ARP0c connection interceptor

[Download source (ARP0c2.c) ]

ARP0c is an ARP redirector and bridging engine. ARP requests from various sources in a switched environment get false ARP response packets which point to the host running ARP0c.
Packets from these hosts are bridged with an internal engine to the real destination address to allow normal network operation and keep TCP connections alive.

Normal operation without interception may look like this:

+--------+         +--------+         +-------+
| HOST1  |- - - - -+ SWITCH +- - - - -| HOST2 |
+--------+         +--------+         +-------+
                        |
			|
                   *********
		   * YOU   *   <-- this host gets not packets
		   *********
Here you sit on a switched network, just getting ARP requests and other kinds of broadcasts without seeing any interesting packet. This is what a switch is supposed to do.

When using ARP0c, ARP requests (which are normally send to all hosts) are responded by the real host and your ARP0c server. After the initial response, ARP0c continues to send out ARP response packets to keep the target host 'informed'. This causes most systems to discard the right answer and belive ARP0c.
Now, packets to HOST1 are send to the Ethernet address of ARP0c.
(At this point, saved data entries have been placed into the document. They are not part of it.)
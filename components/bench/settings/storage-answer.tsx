'use client';
import { useEffect, useState } from 'react';
import { askToPersist, storageHealth, type StorageHealth } from '@/lib/device/storage-health';
import { ActButton } from '../entry/act-button';
import { byteWords } from '../builds/pack-words';

/** What the browser says about keeping this phone's records; asked for, shown, and not promised. */
export function StorageAnswer() {
  const [health, setHealth] = useState<StorageHealth | null>(null);
  const [asked, setAsked] = useState(false);
  useEffect(() => {
    let wanted = true;
    void storageHealth().then((got) => wanted && setHealth(got));
    return () => {
      wanted = false;
    };
  }, [asked]);
  if (!health) return null;
  return (
    <section aria-labelledby="storage" className="grid gap-3">
      <h2 id="storage" className="border-b-2 border-iron pb-1 text-[1.5rem]">
        Storage
      </h2>
      <p>
        {health.persistent === true && 'This browser has said that it will not clear Holdfast’s records by itself.'}
        {health.persistent === false &&
          'This browser may clear Holdfast’s records when the phone runs short. What was sent is safe; the rest is only here.'}
        {health.persistent === null && 'This browser does not say whether it keeps Holdfast’s records.'}
        {health.freeBytes !== null && ` About ${byteWords(health.freeBytes)} are free for it.`}
      </p>
      {health.persistent === false && (
        <ActButton onClick={() => void askToPersist().then(() => setAsked(true))}>Ask it to keep them</ActButton>
      )}
      {asked && health.persistent === false && (
        <p className="text-soft">It said no for now. It may say yes when Holdfast is installed or used for a while.</p>
      )}
    </section>
  );
}
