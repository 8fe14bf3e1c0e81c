'use client';
import { saveSettings, type DeviceSettings } from '@/lib/store/device-database';
import { formatLength } from '@/lib/domain/measure';
import { useBenchAddress } from '../shell/address';
import { useBench } from '../shell/bench-context';
import { Frame } from '../shell/frame';
import { lengthStyle } from '../shell/length-style';
import { OutsideFoot } from '../shell/outside-foot';
import { ViewHeading } from '../shell/view-heading';
import { SizeText } from '../entry/size-text';
import { CheckRow } from '../entry/check-row';
import { AccountsOnPhone } from './accounts-on-phone';
import { Choice } from './choice';
import { StorageAnswer } from './storage-answer';

/** 43 1/2 in less 1/32: shows what each precision makes of a length. */
const SAMPLE = 706_628;

const DENOMINATORS: readonly DeviceSettings['denominator'][] = [8, 16, 32, 64];

/** Units, light and text size of this phone; its storage; the accounts on it. */
export function SettingsView() {
  const { settings } = useBench();
  const { buildId } = useBenchAddress();
  const set = (changes: Partial<DeviceSettings>) => void saveSettings(changes);
  const sample = (changes: Partial<DeviceSettings>) => (
    <SizeText sizes={[formatLength(SAMPLE, lengthStyle({ ...settings, ...changes }))]} />
  );
  return (
    <Frame title="Holdfast" home={buildId ? { buildId } : { view: 'builds' }} foot={<OutsideFoot />}>
      <div className="bench-page">
        <ViewHeading focusKey="settings">Settings</ViewHeading>
        <Choice
          legend="Lengths"
          value={settings.system}
          options={[
            { value: 'imperial', word: 'Inches' },
            { value: 'metric', word: 'Millimetres' },
          ]}
          onChoose={(system) => set({ system })}
        />
        {settings.system === 'imperial' && (
          <>
            <Choice
              legend="To the nearest"
              value={settings.denominator}
              options={DENOMINATORS.map((denominator) => ({
                value: denominator,
                word: <span className="fraction">1/{denominator}</span>,
                says: sample({ denominator }),
              }))}
              onChoose={(denominator) => set({ denominator })}
            />
            <CheckRow checked={settings.feet} onChange={(feet) => set({ feet })}>
              Feet for 12 inches and more: {sample({ feet: true })}
            </CheckRow>
          </>
        )}
        <Choice
          legend="Light"
          value={settings.theme}
          options={[
            { value: 'phone', word: 'As the phone' },
            { value: 'day', word: 'Day' },
            { value: 'dim', word: 'Dim shop' },
          ]}
          onChoose={(theme) => set({ theme })}
        />
        <Choice
          legend="Text"
          value={settings.textScale}
          options={[
            { value: 1, word: 'As drawn' },
            { value: 1.15, word: <span className="text-[1.15em]">Larger</span> },
            { value: 1.3, word: <span className="text-[1.3em]">Largest</span> },
          ]}
          onChoose={(textScale) => set({ textScale })}
        />
        <CheckRow checked={settings.photosOnWifiOnly} onChange={(photosOnWifiOnly) => set({ photosOnWifiOnly })}>
          Send photos over Wi-Fi only
        </CheckRow>
        <StorageAnswer />
        <AccountsOnPhone />
      </div>
    </Frame>
  );
}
It takes care of the layer 2 forwarding (bridging) to finally deliver the packets the the right recipient, because we don't want the connection to break.
+--------+         +--------+         +-------+
| HOST1  |- - - - .+ SWITCH +. - - - -| HOST2 |
+--------+         \--------/         +-------+
                    \   |  /   
	             \  | /
                   *********
		   * ARP0c *   <-- this host gets all packets
		   *********
The fact that most systems use an initially received Ethernet frame as source for the ARP cache entry leads to one-way interceptions, where one of the communication partners sends the frames already to ARP0c and the other still uses the real ethernet address. This is not a problem because by the time the cache expires the other direction is intercepted too, or just create a seperate file to intercept the connection anyway.

ARP0c uses some more features to keep the network functional. First of all, ARP based IP availability tests (primary used by Windoze boxes) are ignored.
The second major function is the possiblity to use a next hop gateway for traffic which is not part of this IP subnet. At the moment, ARP0c does support full IP routing.